Später strömt goldener Regen über die Strebepfeiler, werden Ornamente nachgezeichnet, als seien sie mit Zuckerguss auf einen Lebkuchen gemalt, und musizieren Engel mit Harfen und Trompeten. Das klingt kitschig. Und ist wunderschön. Das Lichterspiel ist kein Bluff. Es setzt in Szene, was vorhanden ist, leuchtet aus, was längst schon existiert. Und so fühlt man sich ertappt, als hätte man die Schönheit der Kathedrale erst jetzt erkannt.

  • Hinkommen: Strassburg ist von Basel aus bestens mit der Bahn zu erreichen. Die Direktverbindung dauert 1 Stunde 18 Minuten, die Züge verkehren meist im Halbstundentakt. Vom Bahnhof in Strassburg aus geht es zu Fuss weiter, per Tram oder auf dem Rad – die velohop-Station liegt gleich gegenüber.

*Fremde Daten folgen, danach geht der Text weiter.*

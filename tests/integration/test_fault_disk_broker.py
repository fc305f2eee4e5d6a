"""test_fault_disk_broker.py - faults of the disk, the plant link and the broker.

Started here on 127.0.0.1 and stopped here: mosquitto (no persistence),
`floodgauge feed` (the plant) and `floodgauge run`. The events file lives on a
64 KiB tmpfs mounted here (root only; without root a file size limit set on
the daemon with prlimit stands in for the full disk). Checked, with what was
measured printed as '# measured:' lines:
  1. disk full: alarm events raised while the events file cannot be written
     are held, the failure is logged once and the recovery once, and every
     event logged by the daemon ends up in the file, in order;
  5. the plant link comes back: seconds from the feed listening again to the
     first good state message (and the daemon's own "recovered after");
  2. the broker restarts without persistence: a late subscriber sees every
     configured alarm's retained state again (never-fired ones normal) and
     "online"; seconds from the broker listening to the retained "online";
  2. a clean stop right after the broker returns: the queued alarm messages
     reach the broker before "offline".
No timing is asserted (the machine is shared); the bounds below only stop a
hung wait.
"""
import os
import re
import resource
import shutil
import signal
import subprocess
import sys
import tempfile
import time

sys.path.insert(0, os.path.join(os.path.dirname(__file__), "..", "support"))
import rig  # noqa: E402
from tap import ok, done  # noqa: E402

if not rig.have_broker():
    print("ok 1 # SKIP mosquitto is not installed")
    print("1..1")
    sys.exit(0)

tmp = tempfile.mkdtemp(prefix="fg-fault-")
small = os.path.join(tmp, "small")
os.makedirs(small)
mounted = False
if os.geteuid() == 0:
    mounted = subprocess.run(["mount", "-t", "tmpfs", "-o", "size=64k", "tmpfs", small],
                             capture_output=True).returncode == 0
print(f"# disk full by: {'a 64 KiB tmpfs' if mounted else 'prlimit RLIMIT_FSIZE (no mount)'}")

ev_path = os.path.join(small, "events.jsonl")
mqtt_port, feed_port, exp_port = rig.free_port(), rig.free_port(), rig.free_port()
csv = rig.plant_csv(tmp)
cfg = rig.config(tmp, mqtt_port, feed_port, exp_port, events=ev_path)
names = rig.alarm_names(cfg)
run_log = os.path.join(tmp, "run.log")
filler = os.path.join(small, "filler")


def log_text():
    return open(run_log).read()


def fill_disk(pid):
    """Fills the tmpfs (or caps the daemon's file size at what the file has now)."""
    if mounted:
        fdesc = os.open(filler, os.O_WRONLY | os.O_CREAT, 0o644)
        try:
            while os.write(fdesc, b"\0" * 512) > 0:
                pass
        except OSError:
            pass
        os.close(fdesc)
    else:
        size = os.path.getsize(ev_path) if os.path.exists(ev_path) else 0
        resource.prlimit(pid, resource.RLIMIT_FSIZE, (size, resource.RLIM_INFINITY))


def free_disk(pid):
    if mounted:
        os.unlink(filler)
    else:
        resource.prlimit(pid, resource.RLIMIT_FSIZE,
                         (resource.RLIM_INFINITY, resource.RLIM_INFINITY))


def wait_log(pattern, timeout):
    end = time.time() + timeout
    while time.time() < end:
        if re.search(pattern, log_text()):
            return True
        time.sleep(0.05)
    return False


try:
    broker = rig.Broker(tmp, mqtt_port)
    ok(broker.start(), "broker listening")
    sub = rig.Sub(tmp, mqtt_port)
    time.sleep(0.3)
    fd, line = rig.feed(cfg, csv)
    ok(line.startswith("listening on"), "feed listening", line)
    d = rig.daemon(cfg, run_log)
    ok(sub.wait_for(lambda m: m[0] == "C401/state" and '"quality":"good"' in m[1], 20)
       is not None, "running with good data")

    # --- 1. disk full while alarms are raised and cleared ---------------------
    fill_disk(d.pid)
    n_log0 = len(re.findall(r" alarm \S+ \S+ -> ", log_text()))
    rig.stop(fd)  # the plant goes away: diagnostic alarms after their 1 s delay
    ok(wait_log(r"cannot write events file", 20), "the write failure is logged")
    ok(wait_log(r"alarm R404_DIAG \S+ -> ", 10) and wait_log(r"alarm C402_DIAG \S+ -> ", 10),
       "diagnostic alarms raised while the disk is full")

    # --- 5. the plant returns -------------------------------------------------
    n_state = len(sub.messages())
    fd, line = rig.feed(cfg, csv)
    t_feed = time.time()
    good = sub.wait_for(lambda m: m[0] == "C401/state" and '"quality":"good"' in m[1]
                        and sub.messages().index(m) >= n_state, 30)
    t_good = time.time()
    ok(good is not None, "good data again after the plant returns")
    print(f"# measured: plant back -> first good state message {t_good - t_feed:.2f} s "
          "(includes up to one 1 s period and the 1 s state interval)")
    m = re.findall(r"source plc40: recovered after ([0-9.]+) s", log_text())
    ok(len(m) >= 1, "the daemon logs the plant link's recovery")
    ok(wait_log(r"alarm R404_DIAG \S+ -> RTNUN|alarm R404_DIAG \S+ -> returned", 20),
       "diagnostic alarm returns to normal, still on a full disk")
    n_fail = log_text().count("cannot write events file")
    ok(n_fail == 1, "the failure is said once, not per event", n_fail)

    # space returns
    free_disk(d.pid)
    ok(wait_log(r"events file \S+ writable again: \d+ held", 10), "the recovery is logged")
    held = re.findall(r"writable again: (\d+) held", log_text())
    print(f"# measured: events held while the disk was full and written after: {held[-1]}")
    ok(int(held[-1]) >= 4, "at least the 4 diagnostic transitions were held", held)

    # --- 2. broker restart without persistence ---------------------------------
    sub.stop()
    broker.stop()
    time.sleep(1.5)
    ok(broker.start(), "broker back")
    t_back = time.time()
    sub2 = rig.Sub(tmp, mqtt_port, name="late")
    online = sub2.wait_for(lambda m: m == ("status", "online"), 15)
    t_online = time.time()
    ok(online is not None, "online again after the broker restart")
    print(f"# measured: broker listening again -> daemon's 'online' at a subscriber "
          f"{t_online - t_back:.2f} s")
    end = time.time() + 15
    while time.time() < end and not all(("alarm/" + n) in dict(sub2.messages()) for n in names):
        time.sleep(0.05)
    print(f"# measured: broker listening again -> all {len(names)} alarm states republished "
          f"{time.time() - t_back:.2f} s (the republish runs in the next 1 s cycle)")
    seen = rig.retained(mqtt_port, timeout=2)
    ok(seen.get("status") == "online", "retained online after the broker restart", seen)
    missing = [n for n in names if f"alarm/{n}" not in seen]
    ok(not missing, "every configured alarm's state is retained again", missing)
    m = re.findall(r"reconnected after ([0-9.]+) s", log_text())
    if m:
        print(f"# measured: daemon's own figure: reconnected after {m[-1]} s of outage "
              "(1.5 s of it with the broker stopped)")
    import json
    states = {n: json.loads(seen[f"alarm/{n}"])["state"] for n in names if f"alarm/{n}" in seen}
    evs = rig.events(ev_path)
    fired = {e["alarm"] for e in evs}
    never = [n for n in names if n not in fired]
    ok(never and all(states.get(n) in ("NORM", "normal") for n in never),
       "alarms that never fired are published as normal", (never, states))
    last = {}
    for e in evs:
        last[e["alarm"]] = e["state"]
    ok(all(states.get(a) == s for a, s in last.items()),
       "the retained states equal each alarm's last event", (last, states))

    # --- 2. clean stop with alarm messages queued ------------------------------
    broker.stop()
    n_before = len(re.findall(r"alarm R404_DIAG \S+ -> ", log_text()))
    rig.stop(fd)  # diagnostics again, with the broker away: queued
    end = time.time() + 20
    while time.time() < end and len(re.findall(r"alarm R404_DIAG \S+ -> ", log_text())) == n_before:
        time.sleep(0.05)
    ok(len(re.findall(r"alarm R404_DIAG \S+ -> ", log_text())) > n_before,
       "alarm raised while the broker is away")
    ok(broker.start(), "broker back once more")
    d.send_signal(signal.SIGTERM)  # at once: the queue is flushed by the stop itself
    rc = d.wait(timeout=30)
    ok(rc == 0, "clean stop exits 0", rc)
    seen = rig.retained(mqtt_port, timeout=2)
    evs = rig.events(ev_path)
    last = {}
    for e in evs:
        last[e["alarm"]] = e["state"]
    states = {n: json.loads(seen[f"alarm/{n}"])["state"] for n in last if f"alarm/{n}" in seen}
    ok(seen.get("status") == "offline", "offline after the stop", seen.get("status"))
    ok(states == last, "queued alarm messages reached the broker before offline",
       (last, states))
    ok("not delivered at close" not in log_text(), "nothing left undelivered at close")

    # every event the daemon logged is in the file, in the same order
    logged = re.findall(r" alarm (\S+) \S+ -> (\S+) \(", log_text())
    infile = [(e["alarm"], e["state"]) for e in rig.events(ev_path)]
    ok(logged == infile, "every logged alarm event is in the events file, in order",
       (len(logged), len(infile), n_log0))
    print(f"# measured: {len(infile)} events in the file, {len(logged)} logged, 0 lost")
finally:
    rig.stop_all()
    if os.environ.get("FG_KEEP"):
        shutil.copy(run_log, "/tmp/fault-run.log")
    if mounted:
        subprocess.run(["umount", "-l", small], capture_output=True)
    shutil.rmtree(tmp, ignore_errors=True)
done()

  • Staunen: «Die Kathedrale der Ewigkeit» von Skertzò wird noch bis zum 20. September jeden Abend gezeigt. Im August um 22.15, 22.45, 23.15 und 23.45 Uhr, im September um 21.15, 21.45 und 22.15 Uhr. Am letzten Tag werden in die Show Botschaften integriert, die Twitter-Nutzer an die Kathedrale geschickt haben. Wer mitmachen will, findet hier weitere Informationen und eine App.
  • Schmunzeln: Die Ausstellung «Cathédralement vôtre» (Mit münsterlichen Grüssen) ist bis zum 4. Oktober im Musée Tomi Ungerer zu sehen. Geöffnet hat sie täglich ausser dienstags von 10 bis 18 Uhr, am 22. August um 15 Uhr gibt es eine deutschsprachige Führung. Mehr Infos: www.musees.strasbourg.eu
  • Weiterfeiern: Auf der Place du château können es sich Besucher noch bis zum 14. August in einem von 1000 Liegestühlen bequem machen und die Südfassade der Kathedrale studieren. Bis Mitte Oktober trifft man rund um das Münster zudem auf Skulpturen der Künstlerin Christel Lechner, im September gibt es ein Konzertwochenende. Das gesamte Programm des Jubiläumsjahres ist auf der Website der Tausendjahrfeier zu finden.